# Live CD ziemlicher Schrott

## andreasw

Hi,

ich hatte vor Jahren längere Zeit gentoo (1.2 und 1.4), hatte es dann aber auf Grund der langen Compilierzeiten und des geringen Nutzens dadurch gegen andere Distributionen eingetauscht.

Dann wollte ich es mir mal wieder ansehen und habe mir also die Live CD besorgt (war auf einer PC Professional DVD mit drauf).

Gut was ist mir aufgefallen:

1) Gentoo lässt einen die Keymap bestimmen, danach ist die Keymap aber dennoch Englisch (sehr toll)

2) Ich habe eine Geforce 5200 und der X Server versucht mittels des Vesatreibers zu starten, was aber fehlschlägt, ich muss also manuell die xorg.conf editieren und den Treiber umstellen (wieder mal toll gemacht)

3) Dann stelle ich in Gnom das Tastaturlayout um und im Firefox geht die @ Taste nicht (super)

Danach hab ich neu gebootet und hatte erst mal die Schnauze voll von der Alpha CD (sollte die nicht stable sein?).

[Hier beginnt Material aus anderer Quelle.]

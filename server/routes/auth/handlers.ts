import { randomBytes } from 'node:crypto';
import type { Request, Response } from 'express';
import { Op } from 'sequelize';
import { LoginSchema } from '../../../shared/schemas/auth';
import { ROLE_PERMISSIONS } from '../../../shared/permissions';
import { AppError } from '../../errors';
import { currentUser } from '../../middleware/auth';
import { parsed } from '../../middleware/validate';
import { clearSessionCookies, setSessionCookies, signSession } from '../../auth/session';
import { verifyPassword } from '../../auth/passwords';
import { presentMe } from '../../presenters/user';

/** After this many wrong passwords in a row the account locks for LOCK_MINUTES. */
export const MAX_FAILED_LOGINS = 5;
export const LOCK_MINUTES = 15;
const BAD_PAIR = 'The e-mail address or the password is wrong.';

/** POST /api/auth/login: checks the pair, counts failures, locks after too many, sets the session. */
export async function login(req: Request, res: Response): Promise<void> {
  const { email, password } = parsed(req, LoginSchema);
  const { User } = req.ctx.models;
  const user = await User.findOne({ where: { email: { [Op.iLike]: email.replace(/[\\%_]/g, '\\$&') } } });
  if (user?.lockedUntil && user.lockedUntil > new Date()) {
    const minutes = Math.ceil((user.lockedUntil.getTime() - Date.now()) / 60_000);
    throw new AppError(429, 'locked', `This account is locked after ${MAX_FAILED_LOGINS} wrong passwords. Try again in ${minutes} min, or ask a lab manager to unlock it.`);
  }
  const ok = user !== null && user.active && (await verifyPassword(user.passwordHash, password));
  if (!ok || !user) {
    if (user) {
      const failed = user.failedLogins + 1;
      const lock = failed >= MAX_FAILED_LOGINS ? new Date(Date.now() + LOCK_MINUTES * 60_000) : null;
      await user.update({ failedLogins: lock ? 0 : failed, lockedUntil: lock });
      if (lock) {
        throw new AppError(429, 'locked', `Too many wrong passwords: this account is locked for ${LOCK_MINUTES} min. A lab manager can unlock it sooner.`);
      }
    }
    throw new AppError(401, 'bad_credentials', BAD_PAIR);
  }
  if (user.failedLogins > 0 || user.lockedUntil) await user.update({ failedLogins: 0, lockedUntil: null });
  setSessionCookies(res, signSession(req.ctx.config.SESSION_SECRET, user.id, user.sessionVersion), randomBytes(24).toString('base64url'), req.secure);
  res.json(presentMe(user, ROLE_PERMISSIONS[user.role]));
}

/** POST /api/auth/logout: ends the session on this device. */
export async function logout(_req: Request, res: Response): Promise<void> {
  clearSessionCookies(res);
  res.status(204).end();
}

/** GET /api/auth/me: who I am, my role, and the actions I may take. */
export async function getMe(req: Request, res: Response): Promise<void> {
  const me = currentUser(req);
  res.json(presentMe(me.user, ROLE_PERMISSIONS[me.role]));
}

Meine Frage: Warum wird sowas bitte veröffentlicht? Wird das nicht vorher mal getestet?

mfg

Andy

----------

## STiGMaTa_ch

 *andreasw wrote:*   

> [..](war auf einer PC Professional DVD mit drauf). Meine Frage: Warum wird sowas bitte veröffentlicht? Wird das nicht vorher mal getestet?

 

Die Frage ist doch, wie alt denn die DVD ist und besonders welche Version da drauf war...

Lieber Gruss

STiGMaTa

----------

## andreasw

April 2006

----------

## smg

 *andreasw wrote:*   

> Hi,
> 
> ich hatte vor Jahren längere Zeit gentoo (1.2 und 1.4), hatte es dann aber auf Grund der langen Compilierzeiten und des geringen Nutzens dadurch gegen andere Distributionen eingetauscht.
> 
> Dann wollte ich es mir mal wieder ansehen und habe mir also die Live CD besorgt (war auf einer PC Professional DVD mit drauf).
> ...

 

Pebcak zu 100%.

P.S.: "Titel: Live CD ziemlicher Schrott", wenn du eine Live CD selbst mal erstellt hast kannst du meckern.

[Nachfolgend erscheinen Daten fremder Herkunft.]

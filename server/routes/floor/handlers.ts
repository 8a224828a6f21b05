import type { Request, Response } from 'express';
import { QueryTypes } from 'sequelize';
import type { FloorView } from '../../../shared/schemas/floor';

// Pieces at rest or gone are not work in progress at a station.
const NOT_IN_WORK = ['retained', 'disposed', 'returned', 'broken', 'none'];

/** GET /api/floor: how many items are in each state, and the queue at each station with its oldest wait. */
export async function getFloor(req: Request, res: Response): Promise<void> {
  const q = <T extends object>(sql: string, bind: unknown[] = []) => req.ctx.sequelize.query<T>(sql, { bind, type: QueryTypes.SELECT });
  const [states, stations, events] = await Promise.all([
    q<FloorView['states'][number]>(`SELECT kind, state, count(*)::int AS count FROM items GROUP BY kind, state ORDER BY kind, count DESC`),
    q<FloorView['stations'][number]>(
      `SELECT s.code, s.name, s.kind, count(i.id)::int AS count,
              to_char(min(i.last_event_at) AT TIME ZONE 'UTC', 'YYYY-MM-DD"T"HH24:MI:SS.MS"Z"') AS "oldestSince"
         FROM stations s
         LEFT JOIN items i ON i.station_id = s.id AND i.kind <> 'container' AND NOT (i.state = ANY($1::text[]))
        WHERE s.active
        GROUP BY s.id ORDER BY s.code`,
      [NOT_IN_WORK],
    ),
    q<{ n: number }>(`SELECT count(*)::int AS n FROM custody_events WHERE recorded_at > now() - interval '24 hours'`),
  ]);
  const view: FloorView = { states, stations, eventsLast24h: events[0]?.n ?? 0 };
  res.json(view);
}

P.P.S.: Diese Live CD hat ein Bekannter von mir verwendet, der noch nie ein Linux gesehen hatte, und bei ihm lief es wunderbar.

P.P.P.S.: Wie es in den Wald hineinschallt so schallt es heraus.

----------

## andreasw

 *smg wrote:*   

> 
> 
> Pebcak zu 100%.
> 
> P.S.: "Titel: Live CD ziemlicher Schrott", wenn du eine Live CD selbst mal erstellt hast kannst du meckern.
> ...

 

Ach ich muss eine Live-CD selber erstellen, damit ich beurteilen kann, ob die Gentoo Live-CD gut oder schlecht ist? Sehr interessant lol.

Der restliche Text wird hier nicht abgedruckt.